A number one worst-experience polynomial-period algorithmic program for the linear programming condition was proposed by Leonid Khachiyan in 1979. It was according to a ellipsoid method in nonlinear optimization by Naum Shor, which is the generalization of the ellipsoid method inside convex optimization by Arkadi Nemirovski, a 2003 John von Neumann Theory Prize winner, and D. Yudin.
But, a practical performance of Khachiyan's algorithmic rule is disappointing: typically, a simplex method is supplementary effective. Its independent importance is that it encouraged a the food and drug administration of interior point methods. Inside counterpoint to the simplex algorithmic rule, which exclusively progresses along points on the boundary of the workable vicinity, interior point methods may pass through the interior of the viable area.

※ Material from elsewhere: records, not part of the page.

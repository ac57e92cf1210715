// Pictures are read with a bound on memory (solver/features/picture_file.h): the header is read
// first, oversized pictures are refused with the estimate, and pictures for the screen are
// shrunk by an area mean in linear light.
#include <doctest/doctest.h>
#include <sys/stat.h>

#include <cmath>
#include <fstream>
#include <random>
#include <string>

#include "solver/base/memory.h"
#include "solver/features/picture_file.h"
#include "solver/io/png_file.h"
#include "tests/approx.h"

using kith::Rgba8Picture;

namespace {

// The sRGB transfer function of IEC 61966-2-1, written out here again from the standard so the
// test does not lean on the code it checks.
double srgb_to_linear(double v) {
  const double c = v / 255.0;
  return c <= 0.04045 ? c / 12.92 : std::pow((c + 0.055) / 1.055, 2.4);
}
double linear_to_srgb(double c) { return 255.0 * (c <= 0.0031308 ? 12.92 * c : 1.055 * std::pow(c, 1 / 2.4) - 0.055); }

// A PNG's signature and IHDR chunk (RFC 2083, sections 3.1 and 4.1.1) claiming WIDTH x HEIGHT
// 8-bit RGBA pixels, with no image data: enough for a header reader, never decodable.
std::string png_header_only(uint32_t width, uint32_t height) {
  std::string s("\x89PNG\r\n\x1a\n", 8);
  auto be32 = [&](uint32_t v) {
    for (int k = 3; k >= 0; --k) s.push_back(char((v >> (8 * k)) & 255));
  };
  be32(13);
  s += "IHDR";
  be32(width);
  be32(height);
  s += std::string("\x08\x06\x00\x00\x00", 5);
  be32(0);  // CRC: header readers do not check it
  return s;
}

void write_file(const std::string& path, const std::string& bytes) {
  std::ofstream(path, std::ios::binary) << bytes;
}

constexpr int kLevelTol = 1;  // 8-bit levels: rounding once on the way out

}  // namespace

TEST_CASE("pictures: a shrink is the area mean in linear light, as the sRGB standard defines it") {
  // Random 64 x 48 opaque pixels shrunk by 4 against the slow obvious block mean.
  std::mt19937 rng(5);
  std::uniform_int_distribution<int> level(0, 255);
  const int w = 64, h = 48;
  std::vector<uint8_t> px(size_t(w) * h * 4);
  for (size_t i = 0; i < px.size(); ++i) px[i] = i % 4 == 3 ? 255 : uint8_t(level(rng));
  const Rgba8Picture small = kith::shrink_to_fit(px.data(), w, h, 16);
  REQUIRE(small.width == 16);
  REQUIRE(small.height == 12);
  int worst = 0;
  for (int oy = 0; oy < 12; ++oy)
    for (int ox = 0; ox < 16; ++ox)
      for (int c = 0; c < 3; ++c) {
        double sum = 0;
        for (int y = 4 * oy; y < 4 * oy + 4; ++y)
          for (int x = 4 * ox; x < 4 * ox + 4; ++x) sum += srgb_to_linear(px[(size_t(y) * w + x) * 4 + c]);
        const int want = int(std::lround(linear_to_srgb(sum / 16)));
        worst = std::max(worst, std::abs(want - small.rgba[(size_t(oy) * 16 + ox) * 4 + c]));
      }
  CHECK(worst <= kLevelTol);
  // Black and white halves mean 0.5 in linear light: sRGB level 188, not 128.
  std::vector<uint8_t> checker(size_t(4) * 2 * 4, 255);
  for (int x = 0; x < 4; ++x)
    if (x % 2 == 0)
      for (int y = 0; y < 2; ++y)
        for (int c = 0; c < 3; ++c) checker[(size_t(y) * 4 + x) * 4 + c] = 0;
  const Rgba8Picture grey = kith::shrink_to_fit(checker.data(), 4, 2, 2);
  CHECK(grey.width == 2);
  CHECK(grey.height == 1);
  CHECK(int(grey.rgba[0]) == int(std::lround(linear_to_srgb(0.5))));
  // A transparent pixel adds no colour, only transparency.
  const uint8_t red_and_clear[8] = {255, 0, 0, 255, 0, 0, 255, 0};
  const Rgba8Picture half = kith::shrink_to_fit(red_and_clear, 2, 1, 1);
  CHECK(int(half.rgba[0]) == 255);
  CHECK(int(half.rgba[2]) == 0);
  CHECK(int(half.rgba[3]) == 128);
  // Small enough already: unchanged.
  const Rgba8Picture same = kith::shrink_to_fit(px.data(), w, h, 64);
  CHECK(same.rgba == px);
}

TEST_CASE("pictures: read shrunk to the side asked for, oversized and non-files refused with the reason") {
  const std::string dir = kith::test::temp_dir("picture-file");
  // 1000 x 600 in one colour, shrunk to 256 a side: 256 x 154, the colour kept.
  std::vector<uint8_t> px(size_t(1000) * 600 * 3);
  for (size_t i = 0; i < px.size(); i += 3) px[i] = 200, px[i + 1] = 120, px[i + 2] = 40;
  REQUIRE(kith::write_png_file(dir + "/wide.png", px.data(), 1000, 600, 3) == "");
  Rgba8Picture pic;
  REQUIRE(kith::decode_picture_rgba8(dir + "/wide.png", 256, &pic) == "");
  CHECK(pic.width == 256);
  CHECK(pic.height == 154);
  CHECK(std::abs(int(pic.rgba[4 * 500]) - 200) <= kLevelTol);
  CHECK(std::abs(int(pic.rgba[4 * 500 + 1]) - 120) <= kLevelTol);
  CHECK(int(pic.rgba[4 * 500 + 3]) == 255);

  // A header claiming 10,000 x 8,000 (320 MB decoded, 1.3 GB as linear floats) is refused before
  // anything is decoded. (stb_image itself refuses PNGs above 2^30 decoded bytes, with an
  // unhelpful message.)
  const std::string huge = dir + "/huge.png";
  write_file(huge, png_header_only(10000, 8000));
  kith::PictureHeader h;
  CHECK(kith::read_picture_header(huge, 4, &h) ==
        "a picture of 10000 x 8000 pixels is larger than kith reads (64 megapixels at most)");
  CHECK(kith::decode_picture_rgba8(huge, 256, &pic).rfind(huge + ": a picture of 10000 x 8000", 0) == 0);
  // Within the pixel bound, the header still reads; an empty size is refused.
  write_file(dir + "/ok.png", png_header_only(4000, 3000));
  REQUIRE(kith::read_picture_header(dir + "/ok.png", 4, &h) == "");
  CHECK(h.width == 4000);
  CHECK(h.height == 3000);
  CHECK(kith::decode_picture_rgba8(dir + "/ok.png", 256, &pic).find("could not decode") != std::string::npos);
  CHECK(kith::decode_picture_rgba8(dir + "/none.png", 256, &pic) == dir + "/none.png: no such file");
  CHECK(kith::decode_picture_rgba8(dir, 256, &pic) == dir + ": is a folder, not a picture");
  const std::string fifo = dir + "/pipe.png";
  REQUIRE(::mkfifo(fifo.c_str(), 0600) == 0);
  CHECK(kith::decode_picture_rgba8(fifo, 256, &pic) == fifo + ": expected a regular file");
  CHECK(kith::decode_picture_rgba8("/dev/zero", 256, &pic) == "/dev/zero: expected a regular file");
}

TEST_CASE("memory budget: an estimate beyond half the machine's memory is refused, with the figures") {
  CHECK(kith::memory_problem("a small thing", 1e3) == "");
  const std::string m = kith::memory_problem("decoding it", 1e15);
  CHECK(m.rfind("decoding it needs about 1000000.0 GB, more than half of this machine's ", 0) == 0);
  CHECK(m.find(" GB of memory") != std::string::npos);
  CHECK(kith::gigabytes(3.24e9) == "3.2 GB");
}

Around 1984, N. Karmarkar proposed the projective method. This is a foremost algorithmic program performing swell each inside theory & around practice: Its worst-example complexness is multinomial & experiments in practical problems indicate that these are reasonably effective in comparison the simplex algorithmic rule. Since so, numbers of interior point methods own been proposed & analysed. The popular interior point method is the Mehrotra predictor-corrector method, which performs very easily around practice potentially though little is known all about it theoretically.
A todays opinion is that a efficiency of practiced implementations of simplex-depending methods & interior point methods is similar for routine applications of linear programming.
LP convergent thinker come around far flung utilize for optimisation of various problems witharound industry, like optimisation of flow in transport networks, numerous of which may be transformed into linear programming problems simply sustaining a few difficulty.
Integer unknowns
In case a unknown variables come completely compulsory to exist as whole number, so a condition is known as an integer programming (IP) or even integer linear programming (ILP) condition. Inside counterpoint to linear programming, which may be solved by having efficiency around the worst instance, whole number programming problems come in the worst example undecidable, & in numbers of practical situations (victims with delimited variables) NP-hard. 0-One whole number programming is the favorite instance of whole number programming in which variables come mandatory to become Zero or even Unity (like than arbitrary whole number). This method is besides classified when NP-hard, and in point of fact a guide version was one of Karp's 21 NP-complete problems.
If only the few of a unknown variables come needed to exist as whole number, so the condition is known as a mixed integer programming (MIP) condition. Which are actually typically as well NP-hard.
There come even so a select few crucial subclasses of IP & MIP problems that are with efficiency resolvable, virtually all notably problems in which a constraint matrix is totally unimodular and the right-hand sides of the constraints are whole number.
Advanced algorithmic program for solving whole number linear computer software include:
branch and bound
branch and cut
branch and price
in case a condition has a select few more structure, it can be imaginable to use delayed column generation.